Diskursus antar intelektual NU ini menjadi variabel untuk menilai bahwa telah terjadi peningkatan akselerasi akademis. Sementara di kalangan kader intelektual Muhammadiyah, tidak saya temukan "sedinamis" itu. Kecenderungan diskursusnya terlalu formil, datar, kaku, stagnan, dan tidak berkembang, serta mengarah kepada kemunduran. Diskursusnya masih tidak bisa move on dari persoalan khilafiyah dan branding kehebatan amal usaha yang tidak menyentuh kepada persoalan umat kekinian.

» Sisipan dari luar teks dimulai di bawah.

"""The discrete-versus-network trade in one line: for each kind the spec allows, its best
cost and CMRR, or (when no design of the kind meets the spec) the cheapest design of that kind
at the first relaxed CMRR floor where one exists; and what the extra decibels of the better
kind cost.

The best design of each kind comes from the pick (the ranking and its ``extras``). For a kind
with none, the pick restricted to that kind runs again at the floors the diagnosis relaxes to
(the asked floor less 3, 6, 12, 20, 30 dB, ``optimizer.solve.diagnose``), lowest cost first,
until one has a design: on the worst-case basis each of these is the exact enumeration, so the
line states a proven cheapest design at that floor and the floors proven out of reach. The
whole trade is bounded in time (``TRADE_TIME_LIMIT_S``). Pure: no printing, no files.
"""

from __future__ import annotations

import math
import time
from dataclasses import dataclass, replace

from ..catalog import Catalog
from ..design import Topology
from ..spec import CmrrBasis, Objective, Spec
from .diagnose import CMRR_STEPS_DB
from .search import Candidate, PickResult, SearchStatus, pick
from .verdict import Verifier

__all__ = ["TRADE_TIME_LIMIT_S", "KindBest", "Trade", "cost_per_db", "kind_trade"]

#: Seconds for the searches of one kind that has no design meeting the spec (they add to every
#: pick where one kind meets nothing, so the bound is short; tests pass their own bound).
TRADE_TIME_LIMIT_S = 1.0


@dataclass(frozen=True)
class KindBest:
    """The best design of one kind: ``meets`` the spec (then the cheapest), or not: then the
    cheapest at ``floor_db``, the first relaxed floor (dB) where the kind has a design, and
    ``out_of_reach_db``, the lowest floor at which the kind was shown to have none (the asked
    floor or a relaxed one); None figures when no relaxed floor gave a design (``timed_out``
    says whether the searches ran out of time)."""

    kind: str  # "four discrete" or "network"
    meets: bool
    cost: float | None
    cmrr_db: float | None
    timed_out: bool = False
    floor_db: float | None = None
    out_of_reach_db: float | None = None


@dataclass(frozen=True)
class Trade:
    """Both kinds' best and the asked floor (dB)."""

    discrete: KindBest
    network: KindBest
    floor_db: float


def cost_per_db(cost_a: float, cmrr_a_db: float, cost_b: float, cmrr_b_db: float) -> float:
    """Relative cost per extra dB going from design a to design b:
    (cost_b − cost_a) / (CMRR_b − CMRR_a); ``nan`` when the CMRRs are equal."""
    extra = cmrr_b_db - cmrr_a_db
    return (cost_b - cost_a) / extra if extra != 0.0 else math.nan


def _cmrr(candidate: Candidate, spec: Spec) -> float:
    """The CMRR the spec judges by: worst case, or the CMRR at the yield target."""
    verdict = candidate.verdict
    if spec.requirements.cmrr_basis is CmrrBasis.YIELD:
        mc = getattr(verdict, "monte_carlo", None)
        return float(mc.cmrr_at_yield_db) if mc is not None else math.nan
    worst = getattr(verdict, "worst_case", None)
    return float(worst.cmrr_db) if worst is not None else math.nan


def _is_discrete(candidate: Candidate) -> bool:
    return candidate.design.topology is Topology.DISCRETE


def _relaxed_floors(asked_db: float) -> tuple[float, ...]:
    """The floors (dB) the trade tries for a kind that meets nothing: the asked floor less each
    step of the diagnosis, at least 1 dB, without repeats."""
    out: list[float] = []
    for step in CMRR_STEPS_DB:
        floor = max(1.0, asked_db - step)
        if floor < asked_db and floor not in out:
            out.append(floor)
    return tuple(out)


def _cheapest_below_floor(
    spec: Spec,
    catalog: Catalog,
    verifier: Verifier,
    kind: tuple[Topology, ...],
    time_s: float,
    capped: bool = False,
) -> KindBest:
    """The cheapest design of ``kind`` at the first relaxed floor that has one, as a
    :class:`KindBest` without its label (no figures when none has); each search gets the time
    left of ``time_s``. ``capped``: the pick searched the kind only below a cost ceiling
    (``PickResult.capped``), so the asked floor is tried first (a design there meets the spec;
    none found in time leaves the asked floor's reach unknown: ``out_of_reach_db`` None)."""
    req = spec.requirements
    deadline = time.perf_counter() + time_s
    out_of_reach: float | None = None if capped else req.cmrr_floor_db
    asked = (req.cmrr_floor_db,) if capped else ()
    for floor in (*asked, *_relaxed_floors(req.cmrr_floor_db)):
        left = deadline - time.perf_counter()
        if left <= 0.0:
            return KindBest("", False, None, None, True, None, out_of_reach)
        relaxed = replace(
            spec,
            requirements=replace(req, cmrr_floor_db=floor),
            preferences=replace(
                spec.preferences, topologies=kind, objective=Objective.COST, cost_cap=None
            ),
        )
        result = pick(relaxed, catalog, verifier, top=1, time_limit_s=left)
        timed_out = result.status is SearchStatus.TIME_LIMIT
        if result.ranked:
            best = result.ranked[0]
            if floor == req.cmrr_floor_db:  # meets the spec
                return KindBest("", True, best.cost.total, _cmrr(best, spec), timed_out)
            return KindBest(
                "", False, best.cost.total, _cmrr(best, spec), timed_out, floor, out_of_reach
            )
        if timed_out:
            return KindBest("", False, None, None, True, None, out_of_reach)
        out_of_reach = floor
    return KindBest("", False, None, None, False, None, out_of_reach)


def kind_trade(
    spec: Spec,
    catalog: Catalog,
    verifier: Verifier,
    result: PickResult,
    *,
    time_limit_s: float = TRADE_TIME_LIMIT_S,
) -> Trade | None:
    """The trade when ``spec`` allows both kinds (None otherwise, or when the pick found
    nothing: the diagnosis speaks then)."""
    allowed = spec.preferences.topologies
    wants_network = tuple(t for t in allowed if t is not Topology.DISCRETE)
    if Topology.DISCRETE not in allowed or not wants_network or not result.ranked:
        return None
    shown = (*result.ranked, *result.extras)
    bests: list[KindBest] = []
    for label, discrete, kind in (
        ("four discrete", True, (Topology.DISCRETE,)),
        ("network", False, wants_network),
    ):
        mine = [c for c in shown if _is_discrete(c) == discrete]
        if mine:
            best = min(mine, key=lambda c: c.cost.total)
            bests.append(KindBest(label, True, best.cost.total, _cmrr(best, spec)))
            continue
        capped = bool(set(kind) & result.capped)
        found = _cheapest_below_floor(spec, catalog, verifier, kind, time_limit_s, capped)
        bests.append(replace(found, kind=label))
    return Trade(bests[0], bests[1], spec.requirements.cmrr_floor_db)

Menurut pendapat penulis yang kader Muhammadiyah, faktor utamanya; Pertama, dalam tubuh Muhammadiyah sendiri sudah "terkontaminasi" mazhab-mazhab tekstual yang menutupi diri dari berkembangnya pengetahuan dari luar dan kritis yang basisnya adalah mempertanyakan. Kedua, Muhammadiyah tampaknya tengah berkhidmat menjadi korporasi bisnis dengan amal usahanya yang di-branding dimana-mana.
Akibatnya, para intelektual ini walaupun mengenyam pendidikan di Barat, (apalagi yang di Timur) menjadi ambigu bahkan tidak berani melebarkan opini dan diskursusnya secara kritis di media sosial. Padahal, di saat dunia tengah mengalami revolusi ketiga setelah revolusi kognitif dan agrikultur; revolusi teknologi informasi melalui media sosial adalah jendela dan sarana publikasi pemikiran intelektual yang paling cepat di respon oleh masyarakat awam, yang tidak terlalu berminat membuka jurnal.
Pertanyaannya, dapatkah diskursus di media sosial dijadikan variabel untuk menilai dan mengukur bahwa itu adalah diskusi intelektual? Bisa, karena topik yang dibahas adalah artikel, jurnal, dan buku intelektual lain atau karya-karya mufasir terdahulu yang tentu saja bebas nilai, dan terbuka untuk ditambahkan, dukung, atau di koreksi.